T-bob, I'm thinking that last statement works better as something like "We _could use_ both" or "Wouldn't it be nice if...." 

They'll end up going to two different teams. And know what? During the entire time they play, there will be other teams in contention the whole way. Sure they may be the best players since James but then what are the Cavs doing?


----------



## Trader Ed (Jun 17, 2002)

agreed

I am just greedy


----------



## PorterIn2004 (Jan 1, 2003)

Trader Bob said:


> agreed
> 
> I am just greedy


Fair enough. :biggrin: 

Just be aware that saying we "need" them both potentially makes it sound like you don't think the Blazers can win anything without them, which, knowing you, isn't what you mean at all. But for anyone new to the board, it could be confusing.


----------



## Blazer Ringbearer (Jan 28, 2003)

mediocre man said:


> Amare plays center, but probably wouldn't in any other offense, Marion wouldn't be a PF in any other offense either. Howard although not great DID make the all star team in the western conference.

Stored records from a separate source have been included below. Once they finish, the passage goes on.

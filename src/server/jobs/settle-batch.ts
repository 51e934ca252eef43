/** Settles a computed batch: its file first, durably, then one transaction that marks it done and moves its charge. */
import { afterCommit, inWriteTransaction } from '@db/in-write-transaction.ts';
import { Batch, Job } from '@db/models/jobs.ts';
import { eventsPerCycle } from '@/engine/run-points.ts';
import type { RunBatchAnswer } from '@workers/protocol.ts';
import { nowText } from '../clock.ts';
import { advancePrefix, type Advance } from './advance-prefix.ts';
import { storeBatch } from './batch-file.ts';
import { announceJobChange } from './job-changes.ts';
import { batchFileName } from './job-folder.ts';

const sum = (values: Float64Array): number => values.reduce((total, value) => total + value, 0);

/** Settling a batch again, or one whose job has ended meanwhile, charges nothing. */
export async function settleBatch(options: {
  jobId: string;
  batchId: string;
  ordinal: number;
  answer: RunBatchAnswer;
}): Promise<Advance> {
  const { jobId, batchId, ordinal, answer } = options;
  const name = batchFileName(ordinal);
  const fileSha256 = await storeBatch({ jobId, name, content: answer });
  return inWriteTransaction(async () => {
    const job = (await Job.findByPk(jobId))!;
    const batch = (await Batch.findByPk(batchId))!;
    const events = sum(eventsPerCycle(answer.points));
    if (batch.state === 'discarded') await batch.update({ absorbedEvents: events, seconds: answer.seconds });
    if (batch.state === 'planned')
      await batch.update({
        state: 'done',
        completeReplicates: answer.replicateCount,
        events,
        failure: answer.failure,
        seconds: answer.seconds,
        file: name,
        fileSha256,
        doneAt: nowText(),
      });
    if (job.kernel === null) await job.update({ kernel: answer.kernel });
    const advance = await advancePrefix(job);
    afterCommit(() => announceJobChange(jobId));
    return advance;
  });
}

Amare and Marion might play different positions in different offenses, but they would also be less effective anywhere besides Phoenix, so you're screwed either way.

I guess I'm just biased for big men - and Oden in particular. 

Having a dominant frontcourt automatically puts you into contention.

Having a dominant backcourt - not so much...


----------



## Yega1979 (Mar 22, 2003)

There's a buffet of SF's this year. I think they two key requirements for being able to play on this Blazer team are:

1. You have to be able to hit your open jump shots.
2. You have to be a good defender.

We simply can't afford any more players lacking in those categories. And no more "raw but really athletic types".

I think Corey Brewer may be the best fit for our team. A lock down defender, who is athletic and good in transition. He's not a big scorer and won't try to put up a bunch of shots, but we have enough scorers right now I think.


----------



## craigehlo (Feb 24, 2005)

Let's get the best player available. I don't care what position they play. Drafting by position is why we wasted picks on Telfair and Webster in the recent past.

I'm hoping Brandon Wright slips to us somehow. It's a long shot but maybe some other guys leapfrog him on the draft board and we can get him where we draft. He and LaMarcus would be a dominant front court on offense and defense.


----------



## Samuel (Jan 1, 2003)

"I don't know if there is a more fundamentally sound player of his size in the country."

CBS on Green.


----------



## Anonymous Gambler (May 29, 2006)

I think Brewer is very realistic, given where we are drafting- but this is all premature. We need to see the tournament!!


----------



## ThatBlazerGuy (May 1, 2003)

I think the Blazers should try and trade down. LA Clippers have two 1st round picks that are likley top 18. I would give up our pick(5-8) for LAC's 2 picks. Then target Corey Brewer/Al Thornton and Josh McRoberts. Maby S&T Outlaw to get it done.

Corey Brewer may not be a all-star, but he has the talent to be a all-defensive player. He is simply a great all around player with world class defense. Thornton I also like. He is great athletically and can score. Thing is, I believe Brewer would put up the #'s Thornton does if he played on as crappy a team as Al. The 2 year age difference is also a big deal.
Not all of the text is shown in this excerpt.